BRIEF: The full data, repeated exactly, is the only answer needed.

DATASET ENTRIES:

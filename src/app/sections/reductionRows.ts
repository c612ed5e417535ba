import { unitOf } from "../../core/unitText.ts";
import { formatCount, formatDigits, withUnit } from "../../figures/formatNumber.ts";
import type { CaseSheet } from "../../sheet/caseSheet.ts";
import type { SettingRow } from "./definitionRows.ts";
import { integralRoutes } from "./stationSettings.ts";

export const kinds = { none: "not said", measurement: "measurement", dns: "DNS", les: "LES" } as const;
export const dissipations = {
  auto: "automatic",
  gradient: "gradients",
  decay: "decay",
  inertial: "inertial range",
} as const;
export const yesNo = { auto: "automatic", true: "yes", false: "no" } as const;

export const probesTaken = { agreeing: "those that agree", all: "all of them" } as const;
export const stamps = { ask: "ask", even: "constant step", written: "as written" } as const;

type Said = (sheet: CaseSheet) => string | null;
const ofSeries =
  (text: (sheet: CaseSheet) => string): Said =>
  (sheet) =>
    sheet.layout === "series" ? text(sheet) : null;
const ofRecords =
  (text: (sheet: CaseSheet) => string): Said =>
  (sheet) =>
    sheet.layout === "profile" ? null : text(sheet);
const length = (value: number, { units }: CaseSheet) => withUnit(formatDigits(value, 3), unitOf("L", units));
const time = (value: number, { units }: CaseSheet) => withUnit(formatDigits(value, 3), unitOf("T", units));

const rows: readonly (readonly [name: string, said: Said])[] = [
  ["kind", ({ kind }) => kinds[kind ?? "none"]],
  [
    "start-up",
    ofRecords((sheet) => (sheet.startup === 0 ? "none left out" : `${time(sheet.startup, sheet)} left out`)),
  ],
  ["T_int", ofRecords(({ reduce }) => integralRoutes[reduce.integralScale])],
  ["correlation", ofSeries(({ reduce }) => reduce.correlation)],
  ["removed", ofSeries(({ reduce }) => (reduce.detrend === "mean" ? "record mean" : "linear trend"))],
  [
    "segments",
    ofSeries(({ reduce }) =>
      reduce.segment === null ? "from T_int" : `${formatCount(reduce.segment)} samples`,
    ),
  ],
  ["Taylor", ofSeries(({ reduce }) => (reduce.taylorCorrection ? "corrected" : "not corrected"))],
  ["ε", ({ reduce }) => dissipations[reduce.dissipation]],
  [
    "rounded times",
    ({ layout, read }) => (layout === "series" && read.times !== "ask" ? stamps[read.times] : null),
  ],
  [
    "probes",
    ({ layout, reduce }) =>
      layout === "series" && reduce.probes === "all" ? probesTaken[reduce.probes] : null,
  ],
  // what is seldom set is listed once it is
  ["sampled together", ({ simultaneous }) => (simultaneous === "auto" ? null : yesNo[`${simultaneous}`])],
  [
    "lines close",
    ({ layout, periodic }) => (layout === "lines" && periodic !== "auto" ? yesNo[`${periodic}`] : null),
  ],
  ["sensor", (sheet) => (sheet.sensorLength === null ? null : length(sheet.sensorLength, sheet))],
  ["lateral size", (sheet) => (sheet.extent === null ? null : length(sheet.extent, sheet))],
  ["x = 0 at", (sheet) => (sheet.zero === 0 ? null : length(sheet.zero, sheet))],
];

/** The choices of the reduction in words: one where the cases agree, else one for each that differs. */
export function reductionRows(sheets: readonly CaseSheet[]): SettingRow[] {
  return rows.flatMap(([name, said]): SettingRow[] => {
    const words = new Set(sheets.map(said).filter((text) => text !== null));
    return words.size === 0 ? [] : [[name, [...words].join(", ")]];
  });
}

TASK ANSWER:
filename src/app/sections/reductionRows.ts
repository c612ed5e417535ba
import { unitOf } from "../../core/unitText.ts";
import { formatCount, formatDigits, withUnit } from "../../figures/formatNumber.ts";
import type { CaseSheet } from "../../sheet/caseSheet.ts";
import type { SettingRow } from "./definitionRows.ts";
import { integralRoutes } from "./stationSettings.ts";

export const kinds = { none: "not said", measurement: "measurement", dns: "DNS", les: "LES" } as const;
export const dissipations = {
  auto: "automatic",
  gradient: "gradients",
  decay: "decay",
  inertial: "inertial range",
} as const;
export const yesNo = { auto: "automatic", true: "yes", false: "no" } as const;

export const probesTaken = { agreeing: "those that agree", all: "all of them" } as const;
export const stamps = { ask: "ask", even: "constant step", written: "as written" } as const;

type Said = (sheet: CaseSheet) => string | null;
const ofSeries =
  (text: (sheet: CaseSheet) => string): Said =>
  (sheet) =>
    sheet.layout === "series" ? text(sheet) : null;
const ofRecords =
  (text: (sheet: CaseSheet) => string): Said =>
  (sheet) =>
    sheet.layout === "profile" ? null : text(sheet);
const length = (value: number, { units }: CaseSheet) => withUnit(formatDigits(value, 3), unitOf("L", units));
const time = (value: number, { units }: CaseSheet) => withUnit(formatDigits(value, 3), unitOf("T", units));

const rows: readonly (readonly [name: string, said: Said])[] = [
  ["kind", ({ kind }) => kinds[kind ?? "none"]],
  [
    "start-up",
    ofRecords((sheet) => (sheet.startup === 0 ? "none left out" : `${time(sheet.startup, sheet)} left out`)),
  ],
  ["T_int", ofRecords(({ reduce }) => integralRoutes[reduce.integralScale])],
  ["correlation", ofSeries(({ reduce }) => reduce.correlation)],
  ["removed", ofSeries(({ reduce }) => (reduce.detrend === "mean" ? "record mean" : "linear trend"))],
  [
    "segments",
    ofSeries(({ reduce }) =>
      reduce.segment === null ? "from T_int" : `${formatCount(reduce.segment)} samples`,
    ),
  ],
  ["Taylor", ofSeries(({ reduce }) => (reduce.taylorCorrection ? "corrected" : "not corrected"))],
  ["ε", ({ reduce }) => dissipations[reduce.dissipation]],
  [
    "rounded times",
    ({ layout, read }) => (layout === "series" && read.times !== "ask" ? stamps[read.times] : null),
  ],
  [
    "probes",
    ({ layout, reduce }) =>
      layout === "series" && reduce.probes === "all" ? probesTaken[reduce.probes] : null,
  ],
  // what is seldom set is listed once it is
  ["sampled together", ({ simultaneous }) => (simultaneous === "auto" ? null : yesNo[`${simultaneous}`])],
  [
    "lines close",
    ({ layout, periodic }) => (layout === "lines" && periodic !== "auto" ? yesNo[`${periodic}`] : null),
  ],
  ["sensor", (sheet) => (sheet.sensorLength === null ? null : length(sheet.sensorLength, sheet))],
  ["lateral size", (sheet) => (sheet.extent === null ? null : length(sheet.extent, sheet))],
  ["x = 0 at", (sheet) => (sheet.zero === 0 ? null : length(sheet.zero, sheet))],
];

/** The choices of the reduction in words: one where the cases agree, else one for each that differs. */
export function reductionRows(sheets: readonly CaseSheet[]): SettingRow[] {
  return rows.flatMap(([name, said]): SettingRow[] => {
    const words = new Set(sheets.map(said).filter((text) => text !== null));
    return words.size === 0 ? [] : [[name, [...words].join(", ")]];
  });
}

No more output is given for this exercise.